[Exercise materials Boundary: Start]
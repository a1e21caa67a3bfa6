"""Data ingest: CSV and Parquet return files -> validated :class:`panel.data.Panel`.

``read_panel(path, **options)`` reads wide (date + one column per asset) or long (date, asset,
value) files, excess returns or total returns plus a risk-free rate, in decimal or percent, and
returns decimal excess returns per period on period-end dates.  Bad input raises
:class:`IngestError` with one line naming the file, line/row, column, value and the fix; non-fatal
findings go to ``Panel.warnings``.  The rules: layout in :mod:`panel.ingest.layout`, units in
:mod:`panel.ingest.units`, frequency in :mod:`panel.ingest.frequency`, cells in
:mod:`panel.ingest.cells`, order of checks in :mod:`panel.ingest.core`.
"""

from panel.ingest.core import read_panel
from panel.ingest.errors import IngestError
from panel.ingest.options import IngestOptions
from panel.ingest.writer import write_panel

__all__ = ["IngestError", "IngestOptions", "read_panel", "write_panel"]
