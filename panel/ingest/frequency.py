"""Infer the sampling frequency from the dates and move every date to its period end.

Rule (documented for users):

* Codes: ``B`` business-daily, ``W`` weekly, ``M`` monthly, ``Q`` quarterly, ``A`` annual.
  Candidates are tried in order of how close the median spacing of the distinct dates is to the
  code's nominal spacing (1.4, 7, 30.4, 91.3, 365.25 days); the first that fits wins.  A forced
  ``frequency`` is the only candidate.  If none fits, the reason reported is that of the coarsest
  code whose nominal spacing is at most 1.1 x the median spacing.
* A code fits when (1) positions are consistent, (2) no asset has two returns in one period,
  (3) missing periods are isolated: no run of more than ``MAX_GAP`` missing periods, and at most
  ``max(10% of the span, MAX_GAP)`` missing in total.  Missing periods become NaN rows (warning).
* Positions. ``B``: no weekend dates; a date is its own period end.  ``W``: weeks end on the most
  common weekday (e.g. Friday); a date up to 2 days earlier (a holiday) joins that week.
  ``M``/``Q``/``A``: every date is at a month end (within 6 days: last business day is fine), or
  every date at a month start (first 7 days: the date labels the period it starts; ``2020-01``,
  ``202001``, ``2020`` and ``2020Q1`` are such labels), or every date mid-month; quarters and
  years end in one fixed set of months (e.g. March/June/September/December, or June for a fiscal
  year).  Period ends are calendar month ends (``2020-01-31``), for ``W`` the anchor weekday.
"""

from __future__ import annotations

import math
from dataclasses import dataclass
from typing import Callable

import numpy as np

from panel.ingest.errors import listed

NOMINAL_DAYS = {"B": 7 / 5, "W": 7.0, "M": 365.25 / 12, "Q": 365.25 / 4, "A": 365.25}
#: Longest run of consecutive missing periods still called a gap (beyond that: irregular dates).
MAX_GAP = {"B": 10, "W": 4, "M": 3, "Q": 2, "A": 2}
#: Largest share of missing periods in the span (the allowance is at least MAX_GAP periods).
MAX_MISSING_SHARE = 0.10
_MONTHS = {"M": 1, "Q": 3, "A": 12}
_UNIT = {"B": "business day", "W": "week", "M": "month", "Q": "quarter", "A": "year"}
_WEEKDAYS = ("Monday", "Tuesday", "Wednesday", "Thursday", "Friday", "Saturday", "Sunday")
_MONTH_NAMES = ("Jan", "Feb", "Mar", "Apr", "May", "Jun", "Jul", "Aug", "Sep", "Oct", "Nov", "Dec")
_END, _START, _MID = 0, 1, 2


class Misfit(Exception):
    """The dates don't fit a frequency; ``str()`` says why (without the file name)."""


@dataclass(frozen=True)
class Grid:
    """A frequency with its anchor: ``W`` the weekday (0 = Monday) weeks end on; ``Q``/``A`` the
    month (1-12) of one period end; ``None`` for ``B`` and ``M``."""

    code: str
    anchor: int | None = None

    def describe(self) -> str:
        """``"monthly"``, ``"weekly (Friday)"``, ``"quarterly (Mar/Jun/Sep/Dec)"``, ..."""
        if self.code == "W":
            return f"weekly ({_WEEKDAYS[self.anchor]})"
        if self.code in ("Q", "A"):
            months = [(self.anchor - 1 + k) % 12 for k in range(0, 12, _MONTHS[self.code])]
            label = "/".join(_MONTH_NAMES[m] for m in sorted(months))
            return f"{'quarterly' if self.code == 'Q' else 'annual'} ({label})"
        return {"B": "business-daily", "M": "monthly"}[self.code]

    def unit(self, count: int = 1) -> str:
        return _UNIT[self.code] + ("" if count == 1 else "s")

    def ends(self, ordinals: np.ndarray) -> np.ndarray:
        """Period-end dates (datetime64[D]) of period numbers ``ordinals``."""
        ordinals = np.asarray(ordinals, dtype=np.int64)
        if self.code == "B":
            return np.busday_offset(np.datetime64("1970-01-01"), ordinals)
        if self.code == "W":
            return (7 * ordinals - 3 + self.anchor).astype("datetime64[D]")
        n = _MONTHS[self.code]
        months = ordinals * n + self._residue()
        return (months + 1).astype("datetime64[M]").astype("datetime64[D]") - np.timedelta64(1, "D")

    def _residue(self) -> int:
        return 0 if self.code == "M" else (self.anchor - 1) % _MONTHS[self.code]


@dataclass(frozen=True)
class Fitted:
    """Result of :func:`fit_grid`: the grid, each input date's period number and end, notes."""

    grid: Grid
    ordinals: np.ndarray
    ends: np.ndarray
    notes: tuple[str, ...]


def day(d) -> str:
    return str(np.datetime64(d, "D"))


def map_dates(dates: np.ndarray, code: str, anchor: int | None = None,
              labels: bool = False) -> Fitted:
    """Map sorted distinct ``dates`` (datetime64[D]) to periods of ``code``; raises :class:`Misfit`
    when their positions are inconsistent (rule in the module docstring).  ``anchor`` fixes the
    week day / period-end month (used to put a risk-free file on the returns' grid); ``labels``
    says the dates are period labels (``2020-01``), so no "moved to the end" note is made."""
    dates = np.asarray(dates, dtype="datetime64[D]")
    if code == "B":
        return _map_business(dates)
    if code == "W":
        return _map_weekly(dates, anchor)
    return _map_months(dates, code, anchor, labels)


def _map_business(dates):
    weekday = (dates.astype(np.int64) + 3) % 7  # 1970-01-01 was a Thursday
    weekend = np.flatnonzero(weekday >= 5)
    if weekend.size:
        shown = [f"{day(dates[i])} ({_WEEKDAYS[weekday[i]]})" for i in weekend]
        raise Misfit(f"business-daily dates include weekend days: {listed(shown)}; drop those "
                     "rows (or force another frequency)")
    ordinals = np.busday_count(np.datetime64("1970-01-01"), dates)
    return Fitted(Grid("B"), ordinals, dates, ())


def _map_weekly(dates, anchor):
    weekday = (dates.astype(np.int64) + 3) % 7
    if anchor is None:
        counts = np.bincount(weekday, minlength=7)
        anchor = int(np.flatnonzero(counts == counts.max())[-1])  # ties: the later weekday
    shift = (anchor - weekday) % 7
    off = np.flatnonzero(shift > 2)  # more than 2 days before the anchor: not a holiday shift
    if off.size:
        shown = [f"{day(dates[i])} ({_WEEKDAYS[weekday[i]]})" for i in off]
        raise Misfit(f"mixed positions in the week: most dates are {_WEEKDAYS[anchor]}s, not "
                     f"{listed(shown)}; use one date per week on one weekday")
    ends = dates + shift.astype("timedelta64[D]")
    ordinals = (ends.astype(np.int64) + 3 - anchor) // 7
    notes = ()
    moved = np.flatnonzero(shift > 0)
    if moved.size:
        notes = (f"{moved.size} weekly date(s) not on a {_WEEKDAYS[anchor]} (first: "
                 f"{day(dates[moved[0]])}) are dated at that week's {_WEEKDAYS[anchor]}",)
    return Fitted(Grid("W", anchor), ordinals, ends, notes)


def _map_months(dates, code, anchor, labels):
    n = _MONTHS[code]
    unit = _UNIT[code]
    months = dates.astype("datetime64[M]")
    month_start = months.astype("datetime64[D]")
    month_end = (months + 1).astype("datetime64[D]") - np.timedelta64(1, "D")
    position = np.where((month_end - dates).astype(np.int64) <= 6, _END,
                        np.where((dates - month_start).astype(np.int64) <= 6, _START, _MID))
    counts = np.bincount(position, minlength=3)
    major = int(np.argmax(counts))  # ties go to the earlier of END, START, MID
    off = np.flatnonzero(position != major)
    if off.size:
        where = ("at month ends", "at month starts", "mid-month")[major]
        raise Misfit(f"mixed positions in the {unit}: most dates are {where}, not "
                     f"{listed(day(dates[i]) for i in off)}; use one consistent date per {unit} "
                     "(e.g. its last day)")
    index = months.astype(np.int64) + (n - 1 if major == _START else 0)  # month of period end
    close = np.flatnonzero(np.diff(index) < n)
    if n > 1 and close.size:
        i = int(close[0])
        raise Misfit(f"dates less than a {unit} apart ({day(dates[i])} and {day(dates[i + 1])}): "
                     f"the data are more frequent than {_UNIT[code]}ly; use one date per {unit}")
    residue = index % n
    if anchor is not None:
        chosen = (anchor - 1) % n
    else:
        tally = np.bincount(residue, minlength=n)
        chosen = int(np.flatnonzero(tally == tally.max())[-1])  # ties: the later month (December)
    grid = Grid(code, None if code == "M" else chosen + 1 + (12 - n if code == "Q" else 0))
    off = np.flatnonzero(residue != chosen)
    if off.size:
        raise Misfit(f"the {unit}s don't end in the same months: most dates fit "
                     f"{grid.describe()}, not {listed(day(dates[i]) for i in off)}; use one "
                     f"date per {unit} at a consistent position")
    ordinals = (index - chosen) // n
    ends = grid.ends(ordinals)
    notes = ()
    if major == _START and not labels:
        notes = (f"dates are at the start of each {unit} (e.g. {day(dates[0])}); each labels its "
                 f"own {unit} and is dated at its end ({day(ends[0])})",)
    elif major == _MID:
        notes = (f"dates fall mid-{unit} (e.g. {day(dates[0])}); each is taken as its {unit}'s "
                 f"return and dated at the {unit} end ({day(ends[0])})",)
    return Fitted(grid, ordinals, ends, notes)


def check_gaps(fitted: Fitted, used: np.ndarray) -> str | None:
    """Raise :class:`Misfit` unless the periods ``fitted.ordinals[used]`` (those with data) leave
    only isolated gaps; returns a note about the gaps (or None)."""
    grid = fitted.grid
    present = np.unique(fitted.ordinals[used])
    if present.size < 2:
        return None
    runs = np.diff(present) - 1
    limit = MAX_GAP[grid.code]
    ends = grid.ends(present)
    big = np.flatnonzero(runs > limit)
    if big.size:
        shown = [f"{day(ends[i])} to {day(ends[i + 1])} ({runs[i]} {grid.unit(runs[i])} missing)"
                 for i in big]
        raise Misfit(f"irregular {grid.describe()} dates: {listed(shown)}; at most {limit} "
                     f"consecutive {grid.unit(2)} may be missing (mixed frequencies?)")
    missing = int(runs.sum())
    span = int(present[-1] - present[0] + 1)
    if missing > max(MAX_MISSING_SHARE * span, limit):
        first = [day(ends[i]) for i in np.flatnonzero(runs > 0)]
        raise Misfit(f"irregular {grid.describe()} dates: {missing} of {span} {grid.unit(2)} "
                     f"between {day(ends[0])} and {day(ends[-1])} have no data (over "
                     f"{MAX_MISSING_SHARE:.0%}); first gaps after {listed(first)}")
    if not missing:
        return None
    after = day(ends[np.flatnonzero(runs > 0)[0]])
    why = " (holidays?)" if grid.code == "B" else ""
    return (f"{missing} {grid.unit(missing)} with no data in any asset{why} (first after {after}) "
            "kept as missing")


def median_spacing(dates: np.ndarray) -> float:
    """Median spacing in days of sorted distinct ``dates`` (at least two)."""
    return float(np.median(np.diff(np.asarray(dates, dtype="datetime64[D]").astype(np.int64))))


def by_closeness(spacing: float) -> list[str]:
    """Frequency codes, the one whose nominal spacing is closest to ``spacing`` days first."""
    return sorted(NOMINAL_DAYS, key=lambda c: abs(math.log(spacing / NOMINAL_DAYS[c])))


def fit_grid(dates: np.ndarray, check: Callable[[Fitted], str | None], code: str | None = None,
             labels: bool = False) -> tuple[Fitted, tuple[str, ...]]:
    """Pick the frequency of sorted distinct ``dates`` (rule in the module docstring).

    ``check(fitted)`` runs the data-dependent tests (one return per asset and period, gaps) and
    raises :class:`Misfit` or returns a note.  Returns the fitted grid and its notes.
    """
    dates = np.asarray(dates, dtype="datetime64[D]")
    if code is None and dates.size < 2:
        raise Misfit(f"only one date ({day(dates[0])}), so the frequency can't be inferred; "
                     "pass frequency='M' (or B, W, Q, A; CLI --frequency)")
    if code is not None:
        order, explain = [code], code
    else:
        spacing = median_spacing(dates)
        order = by_closeness(spacing)
        # When nothing fits, the coarsest frequency not coarser than the data explains it best
        # (every other month: "months missing" beats "quarters don't line up").
        slower = [c for c in NOMINAL_DAYS if NOMINAL_DAYS[c] <= 1.1 * spacing]
        explain = slower[-1] if slower else order[0]
    errors = {}
    for candidate in order:
        try:
            fitted = map_dates(dates, candidate, labels=labels)
            note = check(fitted)
        except Misfit as err:
            errors[candidate] = err
            continue
        return fitted, fitted.notes + ((note,) if note else ())
    raise errors[explain]
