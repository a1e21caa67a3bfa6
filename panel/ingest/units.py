"""Units of the input returns, the switch to decimal, and total -> excess returns.

Unit rule (``units=None``): let ``s`` be the median absolute return over all non-missing cells,
per period, and ``z = s * sqrt(periods_per_year)`` (about 0.67 x annualised volatility for decimal
returns).  ``z <= 0.6`` reads as decimal; ``z >= 2`` is refused as "looks like percent"; in between
is refused as unclear.  Either way the message says how to declare the units.  Declared units are
obeyed (with a warning when the data look like the other kind).  Percent is turned into decimal
by moving the decimal point of the number as written (``1.1`` -> ``0.011`` exactly as if the file
said ``0.011``), so a percent file and its decimal twin hash alike.

Excess returns: ``simple``: ``r - rf``; ``log``: ``r - log(1 + rf)`` (the rate is a simple
per-period rate in the returns' units, as rates are quoted).
"""

from __future__ import annotations

import math

import numpy as np

from panel.data import PERIODS_PER_YEAR
from panel.ingest.errors import IngestError

DECIMAL_MAX_Z = 0.6
PERCENT_MIN_Z = 2.0


def decide_units(values: np.ndarray, code: str, declared: str | None, name: str,
                 unit: str) -> tuple[str, str | None]:
    """(units, warning or None) for the non-missing ``values`` (per-``unit`` returns)."""
    finite = values[np.isfinite(values)]
    scale = float(np.median(np.abs(finite))) if finite.size else 0.0
    z = scale * math.sqrt(PERIODS_PER_YEAR[code])
    told = f"median |r| = {scale:.3g} per {unit}"
    if declared == "decimal":
        note = (f"units='decimal' was given but {told} looks like percent" if z >= PERCENT_MIN_Z
                else None)
        return "decimal", note
    if declared == "percent":
        note = (f"units='percent' was given but {told} looks like decimal"
                if z <= DECIMAL_MAX_Z / 100 and scale > 0 else None)
        return "percent", note
    if z <= DECIMAL_MAX_Z:
        return "decimal", None
    if z >= PERCENT_MIN_Z:
        raise IngestError(f"{name}: returns look like percent ({told}); pass units='percent' "
                          "(CLI --units percent), or units='decimal' if they are decimal")
    raise IngestError(f"{name}: can't tell the units ({told} is large for decimal returns and "
                      "small for percent); pass units='decimal' or units='percent' (CLI --units)")


def to_decimal(values: np.ndarray, units: str) -> np.ndarray:
    """``values`` in decimal; percent is shifted two decimal places as written (see module doc)."""
    values = np.asarray(values, dtype="float64")
    if units == "decimal":
        return values.copy()
    out = np.full(values.shape, np.nan)
    finite = np.isfinite(values)
    out[finite] = [float(_shifted(repr(v))) for v in values[finite].tolist()]
    return out


def _shifted(text: str) -> str:
    """``text`` (a float's shortest repr) divided by 100 in decimal notation: ``float()`` of it is
    the correctly rounded decimal value, unlike ``x / 100`` (``1.1 / 100 != 0.011``)."""
    mantissa, _, exponent = text.partition("e")
    return f"{mantissa}e{int(exponent or 0) - 2}"


def excess(total: np.ndarray, rate: np.ndarray, returns: str) -> np.ndarray:
    """Excess returns from total returns and simple per-period rates (decimal, same shape)."""
    if returns == "log":
        return total - np.log1p(rate)
    return total - rate
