"""Cells as records: one (row, column, asset, date, value) per return cell, in file order (row,
then column), so every later check can name the line and column of the cell it refuses."""

from __future__ import annotations

from dataclasses import dataclass

import numpy as np

from panel.ingest.cells import parse_numbers, refuse_bad_cell
from panel.ingest.errors import IngestError, shown
from panel.ingest.layout import Roles
from panel.ingest.readers import RawTable


@dataclass
class Records:
    """Parallel arrays over return cells.  ``asset`` indexes ``assets``; ``column`` indexes
    ``columns`` (the file column the value came from); ``value`` is NaN where missing."""

    table: RawTable
    assets: list[str]
    columns: list[str]
    row: np.ndarray
    column: np.ndarray
    asset: np.ndarray
    date: np.ndarray
    value: np.ndarray

    def where(self, k: int) -> str:
        """``"line 5, column 'Gold Sleeve'"`` for record ``k``."""
        return f"{self.table.where(int(self.row[k]))}, column {self.columns[self.column[k]]!r}"

    def raw(self, k: int):
        """The cell as written in the file."""
        return self.table.column(self.columns[self.column[k]])[int(self.row[k])]

    def take(self, keep: np.ndarray) -> "Records":
        return Records(self.table, self.assets, self.columns, self.row[keep], self.column[keep],
                       self.asset[keep], self.date[keep], self.value[keep])


def build_records(table: RawTable, roles: Roles, dates: np.ndarray) -> Records:
    """Parse the return cells of ``table`` (refusing the first non-numeric or infinite one)."""
    if roles.layout == "wide":
        columns = list(roles.assets)
        parsed = [parse_numbers(table.column(c)) for c in columns]
        refuse_bad_cell(table, columns, [p[0] for p in parsed], [p[1] for p in parsed])
        n_rows, n_cols = len(table), len(columns)
        values = np.column_stack([p[0] for p in parsed]).ravel()  # row-major: file order
        row = np.repeat(np.arange(n_rows), n_cols)
        column = np.tile(np.arange(n_cols), n_rows)
        return Records(table, columns, columns, row, column, column.copy(), dates[row], values)
    values, bad = parse_numbers(table.column(roles.value))
    refuse_bad_cell(table, [roles.value], [values], [bad])
    names = table.column(roles.asset)
    assets: list[str] = []
    code: dict[str, int] = {}
    asset = np.empty(len(table), dtype=np.int64)
    for i, cell in enumerate(names):
        if cell is None:
            raise IngestError(f"{table.name}: {table.where(i)}, column {roles.asset!r}: empty "
                              "asset name; every row needs the asset's name")
        label = str(cell).strip()
        if label not in code:
            code[label] = len(assets)
            assets.append(label)
        asset[i] = code[label]
    n = len(table)
    return Records(table, assets, [roles.value], np.arange(n), np.zeros(n, dtype=np.int64), asset,
                   dates, values)


def refuse_duplicates(records: Records, layout: str) -> None:
    """Refuse a date twice in a wide file, or a (date, asset) pair twice in a long file."""
    table = records.table
    if layout == "wide":
        first = records.column == 0
        dates, rows = records.date[first], records.row[first]
        keys = dates.astype(np.int64)
    else:
        dates, rows = records.date, records.row
        keys = dates.astype(np.int64) * len(records.assets) + records.asset
    pair = first_repeat(keys)
    if pair is None:
        return
    a, b = (int(rows[p]) for p in pair)
    day = str(dates[pair[0]])
    if layout == "wide":
        raise IngestError(f"{table.name}: {table.where(a)} and {table.where(b)}: date {day} "
                          "appears twice; keep one row per date")
    asset = records.assets[records.asset[pair[0]]]
    raise IngestError(f"{table.name}: {table.where(a)} and {table.where(b)}: duplicate (date, "
                      f"asset) ({day}, {shown(asset)}); keep one row per date and asset")


def first_repeat(keys: np.ndarray) -> tuple[int, int] | None:
    """Indices (earlier, later) of the first repeated key in order, or None."""
    keys = np.asarray(keys)
    if keys.size < 2:
        return None
    order = np.lexsort((np.arange(keys.size), keys))
    same = np.flatnonzero(keys[order][1:] == keys[order][:-1])
    if not same.size:
        return None
    later = order[same + 1]
    k = int(np.argmin(later))
    return int(order[same[k]]), int(later[k])


def order_note(records: Records, layout: str) -> str | None:
    """A warning when the dates are not ascending (wide: down the rows; long: within each asset).
    The caller sorts anyway; only the note depends on the file's order."""
    table = records.table
    if layout == "wide":
        dates = records.date[records.column == 0]
        rows = records.row[records.column == 0]
        back = np.flatnonzero(dates[1:] < dates[:-1])
        if not back.size:
            return None
        i = int(back[0]) + 1
        return (f"rows were not in date order ({table.where(int(rows[i]))}: {dates[i]} after "
                f"{dates[i - 1]}); sorted by date")
    order = np.lexsort((records.row, records.asset))
    asset, dates = records.asset[order], records.date[order]
    back = np.flatnonzero((asset[1:] == asset[:-1]) & (dates[1:] < dates[:-1]))
    if not back.size:
        return None
    k = int(order[back[0] + 1])
    return (f"dates of {shown(records.assets[asset[back[0]]])} were not in order "
            f"({table.where(int(records.row[k]))}: {records.date[k]} after "
            f"{dates[back[0]]}); sorted by date")
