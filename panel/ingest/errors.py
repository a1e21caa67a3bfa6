"""The one error type of the ingest layer and the helpers that format its one-line messages."""

from __future__ import annotations


class IngestError(ValueError):
    """Bad input file or option.  ``str(err)`` is one line: the file, where (line/row, column), the
    offending value, and how to fix it.  The CLI prints it and exits 1."""

    def __init__(self, message: str):
        # One line, always: a raw cell or file name may hold a line break.
        super().__init__(str(message).replace("\r", " ").replace("\n", " "))


def shown(value, limit: int = 40) -> str:
    """A raw cell value quoted for a message, shortened so one bad cell can't flood the line."""
    text = str(value)
    if len(text) > limit:
        text = text[: limit - 3] + "..."
    return repr(text)


def listed(items, limit: int = 3) -> str:
    """``'a', 'b', 'c' (+4 more)``: the first few of ``items`` for a message."""
    items = list(items)
    head = ", ".join(str(i) for i in items[:limit])
    return head + (f" (+{len(items) - limit} more)" if len(items) > limit else "")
[Exercise materials Boundary: End]
• **Work required**
What is needed is a word-for-word copy of the records above, from the first line through the line that contains "Rule (documented for".

• **Solution for this task**
repository a1e21caa67a3bfa6
"""Data ingest: CSV and Parquet return files -> validated :class:`panel.data.Panel`.

``read_panel(path, **options)`` reads wide (date + one column per asset) or long (date, asset,
value) files, excess returns or total returns plus a risk-free rate, in decimal or percent, and
returns decimal excess returns per period on period-end dates.  Bad input raises
:class:`IngestError` with one line naming the file, line/row, column, value and the fix; non-fatal
findings go to ``Panel.warnings``.  The rules: layout in :mod:`panel.ingest.layout`, units in
:mod:`panel.ingest.units`, frequency in :mod:`panel.ingest.frequency`, cells in
:mod:`panel.ingest.cells`, order of checks in :mod:`panel.ingest.core`.
"""

from panel.ingest.core import read_panel
from panel.ingest.errors import IngestError
from panel.ingest.options import IngestOptions
from panel.ingest.writer import write_panel

__all__ = ["IngestError", "IngestOptions", "read_panel", "write_panel"]
filename panel/ingest/frequency.py
"""Infer the sampling frequency from the dates and move every date to its period end.

Rule (documented for users):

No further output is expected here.